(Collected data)

/**
 * The most that rises from the water table under a parcel, day by day.
 */
import { mostCapillaryRise } from '../crop/capillary-rise.ts';
import type { DatedValues, ParcelInput } from './types.ts';

/**
 * A dated value on any day: linear between its dates, the end values beyond them.
 *
 * Missing: NaN where there are no dates.
 *
 * @param day offset from the first day stepped
 * @example datedValue({ days: [0, 10], values: [2, 3] }, 4) // 2.4
 * Source: common practice, no source.
 */
export function datedValue({ days, values }: DatedValues, day: number): number {
  const last = days.length - 1;
  if (last < 0) return Number.NaN;
  if (day <= days[0]) return values[0];
  if (day >= days[last]) return values[last];
  let k = 1;
  while (days[k] < day) k++;
  return values[k - 1] + ((values[k] - values[k - 1]) * (day - days[k - 1])) / (days[k] - days[k - 1]);
}

/**
 * Fills the most that rises into the root zone each day, `StripCurve.capillaryMost`.
 *
 *   z = depth of the water table that day − Zr; rise by `mostCapillaryRise`
 *
 * 0 where the parcel has no water table or its soil no properties for it. What of it is taken the depletion of the root zone decides.
 *
 * @param rootDepth Zr [day] [m]
 * @param into [day] [mm d⁻¹]
 * Source: as `mostCapillaryRise`.
 */
export function fillCapillaryRise(parcel: Pick<ParcelInput, 'soil' | 'waterTable'>, rootDepth: Float64Array, into: Float64Array): void {
  const { capillary } = parcel.soil;
  const table = parcel.waterTable;
  if (capillary === undefined || table === undefined || table.days.length === 0) {
    into.fill(0);
    return;
  }
  let height = Number.NaN;
  let rise = 0;
  for (let d = 0; d < into.length; d++) {
    const today = datedValue(table, d) - rootDepth[d];
    // the power is taken anew only when table or roots have moved
    if (today !== height) rise = mostCapillaryRise(capillary, today);
    height = today;
    into[d] = rise;
  }
}
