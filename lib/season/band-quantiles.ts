/** Quantiles of members: P10, P50 and P90 of every period. */
import { quantileOf } from '../base/stratified.ts';

/** The quantiles a band is told by. */
export const BAND_QUANTILES = [0.1, 0.5, 0.9] as const;

/**
 * Quantiles of rows of members.
 *
 * @param values [row × member]; put in order by this call
 * @param write takes quantile index, row and value
 * Source: `quantileOf`, definition 7 of Hyndman & Fan (1996).
 */
export function eachQuantile(
  values: Float64Array | Int32Array,
  members: number,
  write: (quantile: number, row: number, value: number) => void,
): void {
  for (let row = 0; row * members < values.length; row++) {
    const own = values.subarray(row * members, (row + 1) * members).sort();
    for (let q = 0; q < BAND_QUANTILES.length; q++) write(q, row, quantileOf(own, BAND_QUANTILES[q]));
  }
}
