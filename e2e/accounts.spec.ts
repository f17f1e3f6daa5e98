/** Who may come in, and what each may do. */
import { demoPassword, emailOf, expect, test } from './support.ts';

test.describe('nobody', () => {
  test.use({ signedInAs: null });

  test('a wrong password is refused in words and leaves the form as it was', async ({ page, watch }) => {
    watch.allow(/answer: 401 POST .*\/api\/v1\/sign-in$/);
    await page.goto('/sign-in');
    await page.getByLabel('E-mail address').fill(emailOf('operator'));
    await page.getByLabel('Password').fill(`${demoPassword()} not`);
    await page.getByLabel('Password').press('Enter');
    await expect(page.getByRole('main').getByRole('alert')).toContainText(/password/i);
    await expect(page.getByLabel('E-mail address')).toHaveValue(emailOf('operator'));
    await expect(page).toHaveURL(/\/sign-in$/);
  });

  test('the API refuses who does not say who asks', async ({ page }) => {
    const answer = await page.request.get('/api/v1/parcels');
    expect(answer.status()).toBe(401);
    expect(answer.headers()['content-type']).toContain('application/problem+json');
  });
});

test.describe('a regulator', () => {
  test.use({ signedInAs: 'regulator' });

  test('reads everything and changes nothing', async ({ page, api, baseURL }) => {
    await page.goto('/runs');
    await expect(page.getByRole('table').first()).toBeVisible();
    await expect(page.locator('form select[name=season]')).toHaveCount(0);
    await page.goto('/imports');
    await expect(page.locator('input[type=file]')).toHaveCount(0);
    await page.goto('/settings');
    await expect(page.locator('#tokens, #members')).toHaveCount(0);
    const { season } = await api.standing();
    const run = await page.request.post('/api/v1/runs', { data: { season }, headers: { origin: baseURL ?? '' } });
    expect(run.status(), 'starting a run').toBe(403);
    const token = await page.request.post('/api/v1/tokens', { data: { name: 'mine', scope: 'read' }, headers: { origin: baseURL ?? '' } });
    expect(token.status(), 'making a token').toBe(403);
  });
});

test.describe('a grower', () => {
  test.use({ signedInAs: 'grower' });

  test('does not see what tells of neighbours', async ({ page }) => {
    await page.goto('/imports');
    await expect(page.locator('input[type=file]')).toHaveCount(0);
    await expect(page.getByRole('table')).toHaveCount(0);
    await page.goto('/canals');
    await expect(page.getByRole('table', { name: /^reaches/i })).toHaveCount(0);
    expect((await page.request.get('/api/v1/imports')).status()).toBe(403);
    expect((await page.request.get('/api/v1/members')).status()).toBe(403);
  });
});

test('a token is shown once, works, and is refused once it is withdrawn', async ({ page, playwright, baseURL }) => {
  const name = `browser test ${Date.now()}`;
  await page.goto('/settings');
  const tokens = page.locator('#tokens');
  await tokens.locator('input[name=name]').fill(name);
  await tokens.locator('form button[type=submit]').click();
  const token = (await tokens.getByRole('status').locator('code').textContent()) ?? '';
  expect(token).toMatch(/^tw_[\w-]{20,}$/);
  const script = await playwright.request.newContext({ baseURL, extraHTTPHeaders: { authorization: `Bearer ${token}` } });
  expect((await script.get('/api/v1/district')).status(), 'reading with the token').toBe(200);
  expect((await script.post('/api/v1/runs', { data: { season: 'none' } })).status(), 'a read token starts no run').toBe(403);
  await page.reload();
  await expect(page.getByRole('main'), 'shown once').not.toContainText(token);
  const row = tokens.locator('tbody tr').filter({ hasText: name });
  await expect(row).toHaveCount(1);
  await row.getByRole('button').first().click();
  const question = page.getByRole('dialog');
  await expect(question).toBeVisible();
  expect((await script.get('/api/v1/district')).status(), 'the first press only asks').toBe(200);
  await question.locator('button.danger').click();
  await expect(row).toHaveCount(0);
  expect((await script.get('/api/v1/district')).status(), 'a withdrawn token').toBe(401);
  await script.dispose();
});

Instructions to follow: Set down all of the data above again, exactly.

Exercise response:
/**
 * The most that rises from the water table under a parcel, day by day.
 */
import { mostCapillaryRise } from '../crop/capillary-rise.ts';
import type { DatedValues, ParcelInput } from './types.ts';

/**
 * A dated value on any day: linear between its dates, the end values beyond them.
 *
 * Missing: NaN where there are no dates.
 *
 * @param day offset from the first day stepped
 * @example datedValue({ days: [0, 10], values: [2, 3] }, 4) // 2.4
 * Source: common practice, no source.
 */
export function datedValue({ days, values }: DatedValues, day: number): number {
  const last = days.length - 1;
  if (last < 0) return Number.NaN;
  if (day <= days[0]) return values[0];
  if (day >= days[last]) return values[last];
  let k = 1;
  while (days[k] < day) k++;
  return values[k - 1] + ((values[k] - values[k - 1]) * (day - days[k - 1])) / (days[k] - days[k - 1]);
}

/**
 * Fills the most that rises into the root zone each day, `StripCurve.capillaryMost`.
 *
 *   z = depth of the water table that day − Zr; rise by `mostCapillaryRise`
 *
 * 0 where the parcel has no water table or its soil no properties for it. What of it is taken the depletion of the root zone decides.
 *
 * @param rootDepth Zr [day] [m]
 * @param into [day] [mm d⁻¹]
 * Source: as `mostCapillaryRise`.
 */
export function fillCapillaryRise(parcel: Pick<ParcelInput, 'soil' | 'waterTable'>, rootDepth: Float64Array, into: Float64Array): void {
  const { capillary } = parcel.soil;
  const table = parcel.waterTable;
  if (capillary === undefined || table === undefined || table.days.length === 0) {
    into.fill(0);
    return;
  }
  let height = Number.NaN;
  let rise = 0;
  for (let d = 0; d < into.length; d++) {
    const today = datedValue(table, d) - rootDepth[d];
    // the power is taken anew only when table or roots have moved
    if (today !== height) rise = mostCapillaryRise(capillary, today);
    height = today;
    into[d] = rise;
  }
}
filename lib/season/band-quantiles.ts
/** Quantiles of members: P10, P50 and P90 of every period. */
import { quantileOf } from '../base/stratified.ts';

/** The quantiles a band is told by. */
export const BAND_QUANTILES = [0.1, 0.5, 0.9] as const;

/**
 * Quantiles of rows of members.
 *
 * @param values [row × member]; put in order by this call
 * @param write takes quantile index, row and value
 * Source: `quantileOf`, definition 7 of Hyndman & Fan (1996).
 */
export function eachQuantile(
  values: Float64Array | Int32Array,
  members: number,
  write: (quantile: number, row: number, value: number) => void,
): void {
  for (let row = 0; row * members < values.length; row++) {
    const own = values.subarray(row * members, (row + 1) * members).sort();
    for (let q = 0; q < BAND_QUANTILES.length; q++) write(q, row, quantileOf(own, BAND_QUANTILES[q]));
  }
}
filename e2e/accounts.spec.ts
repository f17f1e3f6daa5e98
/** Who may come in, and what each may do. */
import { demoPassword, emailOf, expect, test } from './support.ts';

test.describe('nobody', () => {
  test.use({ signedInAs: null });

  test('a wrong password is refused in words and leaves the form as it was', async ({ page, watch }) => {
    watch.allow(/answer: 401 POST .*\/api\/v1\/sign-in$/);
    await page.goto('/sign-in');
    await page.getByLabel('E-mail address').fill(emailOf('operator'));
    await page.getByLabel('Password').fill(`${demoPassword()} not`);
    await page.getByLabel('Password').press('Enter');
    await expect(page.getByRole('main').getByRole('alert')).toContainText(/password/i);
    await expect(page.getByLabel('E-mail address')).toHaveValue(emailOf('operator'));
    await expect(page).toHaveURL(/\/sign-in$/);
  });

  test('the API refuses who does not say who asks', async ({ page }) => {
    const answer = await page.request.get('/api/v1/parcels');
    expect(answer.status()).toBe(401);
    expect(answer.headers()['content-type']).toContain('application/problem+json');
  });
});

test.describe('a regulator', () => {
  test.use({ signedInAs: 'regulator' });

  test('reads everything and changes nothing', async ({ page, api, baseURL }) => {
    await page.goto('/runs');
    await expect(page.getByRole('table').first()).toBeVisible();
    await expect(page.locator('form select[name=season]')).toHaveCount(0);
    await page.goto('/imports');
    await expect(page.locator('input[type=file]')).toHaveCount(0);
    await page.goto('/settings');
    await expect(page.locator('#tokens, #members')).toHaveCount(0);
    const { season } = await api.standing();
    const run = await page.request.post('/api/v1/runs', { data: { season }, headers: { origin: baseURL ?? '' } });
    expect(run.status(), 'starting a run').toBe(403);
    const token = await page.request.post('/api/v1/tokens', { data: { name: 'mine', scope: 'read' }, headers: { origin: baseURL ?? '' } });
    expect(token.status(), 'making a token').toBe(403);
  });
});

test.describe('a grower', () => {
  test.use({ signedInAs: 'grower' });

  test('does not see what tells of neighbours', async ({ page }) => {
    await page.goto('/imports');
    await expect(page.locator('input[type=file]')).toHaveCount(0);
    await expect(page.getByRole('table')).toHaveCount(0);
    await page.goto('/canals');
    await expect(page.getByRole('table', { name: /^reaches/i })).toHaveCount(0);
    expect((await page.request.get('/api/v1/imports')).status()).toBe(403);
    expect((await page.request.get('/api/v1/members')).status()).toBe(403);
  });
});

test('a token is shown once, works, and is refused once it is withdrawn', async ({ page, playwright, baseURL }) => {
  const name = `browser test ${Date.now()}`;
  await page.goto('/settings');
  const tokens = page.locator('#tokens');
  await tokens.locator('input[name=name]').fill(name);
  await tokens.locator('form button[type=submit]').click();
  const token = (await tokens.getByRole('status').locator('code').textContent()) ?? '';
  expect(token).toMatch(/^tw_[\w-]{20,}$/);
  const script = await playwright.request.newContext({ baseURL, extraHTTPHeaders: { authorization: `Bearer ${token}` } });
  expect((await script.get('/api/v1/district')).status(), 'reading with the token').toBe(200);
  expect((await script.post('/api/v1/runs', { data: { season: 'none' } })).status(), 'a read token starts no run').toBe(403);
  await page.reload();
  await expect(page.getByRole('main'), 'shown once').not.toContainText(token);
  const row = tokens.locator('tbody tr').filter({ hasText: name });
  await expect(row).toHaveCount(1);
  await row.getByRole('button').first().click();
  const question = page.getByRole('dialog');
  await expect(question).toBeVisible();
  expect((await script.get('/api/v1/district')).status(), 'the first press only asks').toBe(200);
  await question.locator('button.danger').click();
  await expect(row).toHaveCount(0);
  expect((await script.get('/api/v1/district')).status(), 'a withdrawn token').toBe(401);
  await script.dispose();
});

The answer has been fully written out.